== Records for this exercise ==

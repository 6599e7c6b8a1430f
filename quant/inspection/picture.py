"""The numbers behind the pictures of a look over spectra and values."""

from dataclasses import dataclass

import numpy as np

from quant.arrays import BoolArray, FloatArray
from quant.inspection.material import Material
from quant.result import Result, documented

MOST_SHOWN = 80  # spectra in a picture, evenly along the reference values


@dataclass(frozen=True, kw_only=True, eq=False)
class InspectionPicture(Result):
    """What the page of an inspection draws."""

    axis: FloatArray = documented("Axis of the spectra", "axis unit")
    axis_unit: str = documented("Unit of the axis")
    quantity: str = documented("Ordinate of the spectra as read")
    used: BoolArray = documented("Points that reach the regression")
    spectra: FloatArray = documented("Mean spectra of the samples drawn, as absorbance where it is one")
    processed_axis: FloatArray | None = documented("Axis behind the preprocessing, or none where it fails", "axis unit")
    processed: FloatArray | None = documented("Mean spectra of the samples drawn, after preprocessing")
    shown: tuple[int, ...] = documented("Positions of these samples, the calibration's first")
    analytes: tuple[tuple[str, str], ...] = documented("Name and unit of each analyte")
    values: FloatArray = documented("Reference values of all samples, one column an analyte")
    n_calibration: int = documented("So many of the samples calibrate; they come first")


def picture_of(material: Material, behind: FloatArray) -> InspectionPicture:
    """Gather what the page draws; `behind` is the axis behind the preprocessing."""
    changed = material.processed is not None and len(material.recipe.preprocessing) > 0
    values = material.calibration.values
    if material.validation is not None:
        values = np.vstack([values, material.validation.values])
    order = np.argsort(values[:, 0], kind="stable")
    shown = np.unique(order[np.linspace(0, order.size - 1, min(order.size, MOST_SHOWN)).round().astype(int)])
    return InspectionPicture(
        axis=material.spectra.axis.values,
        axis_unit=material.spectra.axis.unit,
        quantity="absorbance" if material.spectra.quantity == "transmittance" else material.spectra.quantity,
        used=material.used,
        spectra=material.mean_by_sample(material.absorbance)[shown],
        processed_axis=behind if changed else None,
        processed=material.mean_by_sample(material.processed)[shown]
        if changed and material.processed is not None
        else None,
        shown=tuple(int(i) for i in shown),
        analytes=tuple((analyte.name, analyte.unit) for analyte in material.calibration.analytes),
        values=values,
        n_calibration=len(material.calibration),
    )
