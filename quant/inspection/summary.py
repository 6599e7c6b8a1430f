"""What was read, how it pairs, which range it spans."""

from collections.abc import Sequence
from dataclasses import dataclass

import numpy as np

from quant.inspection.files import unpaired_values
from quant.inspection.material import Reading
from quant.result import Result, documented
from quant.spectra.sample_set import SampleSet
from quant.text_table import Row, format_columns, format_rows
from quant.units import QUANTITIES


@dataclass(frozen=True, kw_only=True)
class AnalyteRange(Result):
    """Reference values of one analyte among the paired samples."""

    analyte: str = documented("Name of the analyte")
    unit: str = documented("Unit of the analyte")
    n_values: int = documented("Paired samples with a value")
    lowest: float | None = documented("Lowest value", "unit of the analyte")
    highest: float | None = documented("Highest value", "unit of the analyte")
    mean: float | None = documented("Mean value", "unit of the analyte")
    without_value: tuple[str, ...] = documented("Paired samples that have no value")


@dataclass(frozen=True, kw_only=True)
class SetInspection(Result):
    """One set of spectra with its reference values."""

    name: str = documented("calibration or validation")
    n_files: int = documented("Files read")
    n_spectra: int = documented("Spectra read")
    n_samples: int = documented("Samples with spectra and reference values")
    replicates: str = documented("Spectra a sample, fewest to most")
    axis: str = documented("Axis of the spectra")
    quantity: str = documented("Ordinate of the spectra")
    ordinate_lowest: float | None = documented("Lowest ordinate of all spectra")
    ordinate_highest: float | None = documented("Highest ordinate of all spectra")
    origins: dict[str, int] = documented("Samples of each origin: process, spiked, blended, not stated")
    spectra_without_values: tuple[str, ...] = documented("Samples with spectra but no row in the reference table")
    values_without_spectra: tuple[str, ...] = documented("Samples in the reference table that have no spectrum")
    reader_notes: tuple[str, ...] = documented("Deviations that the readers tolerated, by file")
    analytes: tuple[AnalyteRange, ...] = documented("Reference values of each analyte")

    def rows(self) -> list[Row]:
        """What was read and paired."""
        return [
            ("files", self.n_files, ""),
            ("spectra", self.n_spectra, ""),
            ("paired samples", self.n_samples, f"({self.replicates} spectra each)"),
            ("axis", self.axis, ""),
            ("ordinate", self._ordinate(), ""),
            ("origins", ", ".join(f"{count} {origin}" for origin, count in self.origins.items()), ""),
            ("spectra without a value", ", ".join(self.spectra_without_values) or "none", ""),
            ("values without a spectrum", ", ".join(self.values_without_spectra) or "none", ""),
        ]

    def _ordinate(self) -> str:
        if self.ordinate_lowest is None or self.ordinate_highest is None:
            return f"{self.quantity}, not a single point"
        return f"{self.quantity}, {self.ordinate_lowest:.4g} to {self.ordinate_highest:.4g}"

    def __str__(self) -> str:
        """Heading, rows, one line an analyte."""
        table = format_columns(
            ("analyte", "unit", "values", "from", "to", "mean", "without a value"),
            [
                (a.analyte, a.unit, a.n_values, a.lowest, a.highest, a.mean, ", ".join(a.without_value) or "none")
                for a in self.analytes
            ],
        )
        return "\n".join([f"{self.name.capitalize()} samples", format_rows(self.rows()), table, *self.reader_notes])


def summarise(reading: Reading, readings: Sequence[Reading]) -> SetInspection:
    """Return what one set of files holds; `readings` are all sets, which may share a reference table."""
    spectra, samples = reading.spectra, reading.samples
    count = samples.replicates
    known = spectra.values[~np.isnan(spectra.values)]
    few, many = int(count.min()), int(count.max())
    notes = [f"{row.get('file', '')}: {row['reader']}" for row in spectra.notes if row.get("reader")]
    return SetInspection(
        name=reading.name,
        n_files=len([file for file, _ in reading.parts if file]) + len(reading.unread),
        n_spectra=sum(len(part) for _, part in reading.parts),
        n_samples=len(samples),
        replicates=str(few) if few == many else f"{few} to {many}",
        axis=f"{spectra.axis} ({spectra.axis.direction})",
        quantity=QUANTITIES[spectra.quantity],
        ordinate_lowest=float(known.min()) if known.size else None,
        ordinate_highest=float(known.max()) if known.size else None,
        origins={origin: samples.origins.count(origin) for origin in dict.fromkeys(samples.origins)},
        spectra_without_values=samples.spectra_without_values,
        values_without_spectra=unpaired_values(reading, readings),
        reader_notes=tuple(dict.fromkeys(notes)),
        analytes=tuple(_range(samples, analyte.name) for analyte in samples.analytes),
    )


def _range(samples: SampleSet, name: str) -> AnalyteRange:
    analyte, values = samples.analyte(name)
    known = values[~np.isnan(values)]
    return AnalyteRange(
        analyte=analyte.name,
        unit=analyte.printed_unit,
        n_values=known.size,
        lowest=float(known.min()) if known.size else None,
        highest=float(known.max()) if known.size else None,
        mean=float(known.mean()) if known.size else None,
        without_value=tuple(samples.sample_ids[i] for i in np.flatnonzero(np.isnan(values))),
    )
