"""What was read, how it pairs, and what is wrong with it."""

== The task ==
Write out the complete listing above, exactly as it reads.

== Task solution ==
repository 6599e7c6b8a1430f
filename quant/inspection/picture.py
"""The numbers behind the pictures of a look over spectra and values."""

from dataclasses import dataclass

import numpy as np

from quant.arrays import BoolArray, FloatArray
from quant.inspection.material import Material
from quant.result import Result, documented

MOST_SHOWN = 80  # spectra in a picture, evenly along the reference values


@dataclass(frozen=True, kw_only=True, eq=False)
class InspectionPicture(Result):
    """What the page of an inspection draws."""

    axis: FloatArray = documented("Axis of the spectra", "axis unit")
    axis_unit: str = documented("Unit of the axis")
    quantity: str = documented("Ordinate of the spectra as read")
    used: BoolArray = documented("Points that reach the regression")
    spectra: FloatArray = documented("Mean spectra of the samples drawn, as absorbance where it is one")
    processed_axis: FloatArray | None = documented("Axis behind the preprocessing, or none where it fails", "axis unit")
    processed: FloatArray | None = documented("Mean spectra of the samples drawn, after preprocessing")
    shown: tuple[int, ...] = documented("Positions of these samples, the calibration's first")
    analytes: tuple[tuple[str, str], ...] = documented("Name and unit of each analyte")
    values: FloatArray = documented("Reference values of all samples, one column an analyte")
    n_calibration: int = documented("So many of the samples calibrate; they come first")


def picture_of(material: Material, behind: FloatArray) -> InspectionPicture:
    """Gather what the page draws; `behind` is the axis behind the preprocessing."""
    changed = material.processed is not None and len(material.recipe.preprocessing) > 0
    values = material.calibration.values
    if material.validation is not None:
        values = np.vstack([values, material.validation.values])
    order = np.argsort(values[:, 0], kind="stable")
    shown = np.unique(order[np.linspace(0, order.size - 1, min(order.size, MOST_SHOWN)).round().astype(int)])
    return InspectionPicture(
        axis=material.spectra.axis.values,
        axis_unit=material.spectra.axis.unit,
        quantity="absorbance" if material.spectra.quantity == "transmittance" else material.spectra.quantity,
        used=material.used,
        spectra=material.mean_by_sample(material.absorbance)[shown],
        processed_axis=behind if changed else None,
        processed=material.mean_by_sample(material.processed)[shown]
        if changed and material.processed is not None
        else None,
        shown=tuple(int(i) for i in shown),
        analytes=tuple((analyte.name, analyte.unit) for analyte in material.calibration.analytes),
        values=values,
        n_calibration=len(material.calibration),
    )
filename quant/inspection/summary.py
repository 6599e7c6b8a1430f
"""What was read, how it pairs, which range it spans."""

from collections.abc import Sequence
from dataclasses import dataclass

import numpy as np

from quant.inspection.files import unpaired_values
from quant.inspection.material import Reading
from quant.result import Result, documented
from quant.spectra.sample_set import SampleSet
from quant.text_table import Row, format_columns, format_rows
from quant.units import QUANTITIES


@dataclass(frozen=True, kw_only=True)
class AnalyteRange(Result):
    """Reference values of one analyte among the paired samples."""

    analyte: str = documented("Name of the analyte")
    unit: str = documented("Unit of the analyte")
    n_values: int = documented("Paired samples with a value")
    lowest: float | None = documented("Lowest value", "unit of the analyte")
    highest: float | None = documented("Highest value", "unit of the analyte")
    mean: float | None = documented("Mean value", "unit of the analyte")
    without_value: tuple[str, ...] = documented("Paired samples that have no value")


@dataclass(frozen=True, kw_only=True)
class SetInspection(Result):
    """One set of spectra with its reference values."""

    name: str = documented("calibration or validation")
    n_files: int = documented("Files read")
    n_spectra: int = documented("Spectra read")
    n_samples: int = documented("Samples with spectra and reference values")
    replicates: str = documented("Spectra a sample, fewest to most")
    axis: str = documented("Axis of the spectra")
    quantity: str = documented("Ordinate of the spectra")
    ordinate_lowest: float | None = documented("Lowest ordinate of all spectra")
    ordinate_highest: float | None = documented("Highest ordinate of all spectra")
    origins: dict[str, int] = documented("Samples of each origin: process, spiked, blended, not stated")
    spectra_without_values: tuple[str, ...] = documented("Samples with spectra but no row in the reference table")
    values_without_spectra: tuple[str, ...] = documented("Samples in the reference table that have no spectrum")
    reader_notes: tuple[str, ...] = documented("Deviations that the readers tolerated, by file")
    analytes: tuple[AnalyteRange, ...] = documented("Reference values of each analyte")

    def rows(self) -> list[Row]:
        """What was read and paired."""
        return [
            ("files", self.n_files, ""),
            ("spectra", self.n_spectra, ""),
            ("paired samples", self.n_samples, f"({self.replicates} spectra each)"),
            ("axis", self.axis, ""),
            ("ordinate", self._ordinate(), ""),
            ("origins", ", ".join(f"{count} {origin}" for origin, count in self.origins.items()), ""),
            ("spectra without a value", ", ".join(self.spectra_without_values) or "none", ""),
            ("values without a spectrum", ", ".join(self.values_without_spectra) or "none", ""),
        ]

    def _ordinate(self) -> str:
        if self.ordinate_lowest is None or self.ordinate_highest is None:
            return f"{self.quantity}, not a single point"
        return f"{self.quantity}, {self.ordinate_lowest:.4g} to {self.ordinate_highest:.4g}"

    def __str__(self) -> str:
        """Heading, rows, one line an analyte."""
        table = format_columns(
            ("analyte", "unit", "values", "from", "to", "mean", "without a value"),
            [
                (a.analyte, a.unit, a.n_values, a.lowest, a.highest, a.mean, ", ".join(a.without_value) or "none")
                for a in self.analytes
            ],
        )
        return "\n".join([f"{self.name.capitalize()} samples", format_rows(self.rows()), table, *self.reader_notes])


def summarise(reading: Reading, readings: Sequence[Reading]) -> SetInspection:
    """Return what one set of files holds; `readings` are all sets, which may share a reference table."""
    spectra, samples = reading.spectra, reading.samples
    count = samples.replicates
    known = spectra.values[~np.isnan(spectra.values)]
    few, many = int(count.min()), int(count.max())
    notes = [f"{row.get('file', '')}: {row['reader']}" for row in spectra.notes if row.get("reader")]
    return SetInspection(
        name=reading.name,
        n_files=len([file for file, _ in reading.parts if file]) + len(reading.unread),
        n_spectra=sum(len(part) for _, part in reading.parts),
        n_samples=len(samples),
        replicates=str(few) if few == many else f"{few} to {many}",
        axis=f"{spectra.axis} ({spectra.axis.direction})",
        quantity=QUANTITIES[spectra.quantity],
        ordinate_lowest=float(known.min()) if known.size else None,
        ordinate_highest=float(known.max()) if known.size else None,
        origins={origin: samples.origins.count(origin) for origin in dict.fromkeys(samples.origins)},
        spectra_without_values=samples.spectra_without_values,
        values_without_spectra=unpaired_values(reading, readings),
        reader_notes=tuple(dict.fromkeys(notes)),
        analytes=tuple(_range(samples, analyte.name) for analyte in samples.analytes),
    )


def _range(samples: SampleSet, name: str) -> AnalyteRange:
    analyte, values = samples.analyte(name)
    known = values[~np.isnan(values)]
    return AnalyteRange(
        analyte=analyte.name,
        unit=analyte.printed_unit,
        n_values=known.size,
        lowest=float(known.min()) if known.size else None,
        highest=float(known.max()) if known.size else None,
        mean=float(known.mean()) if known.size else None,
        without_value=tuple(samples.sample_ids[i] for i in np.flatnonzero(np.isnan(values))),
    )
"""What was read, how it pairs, and what is wrong with it."""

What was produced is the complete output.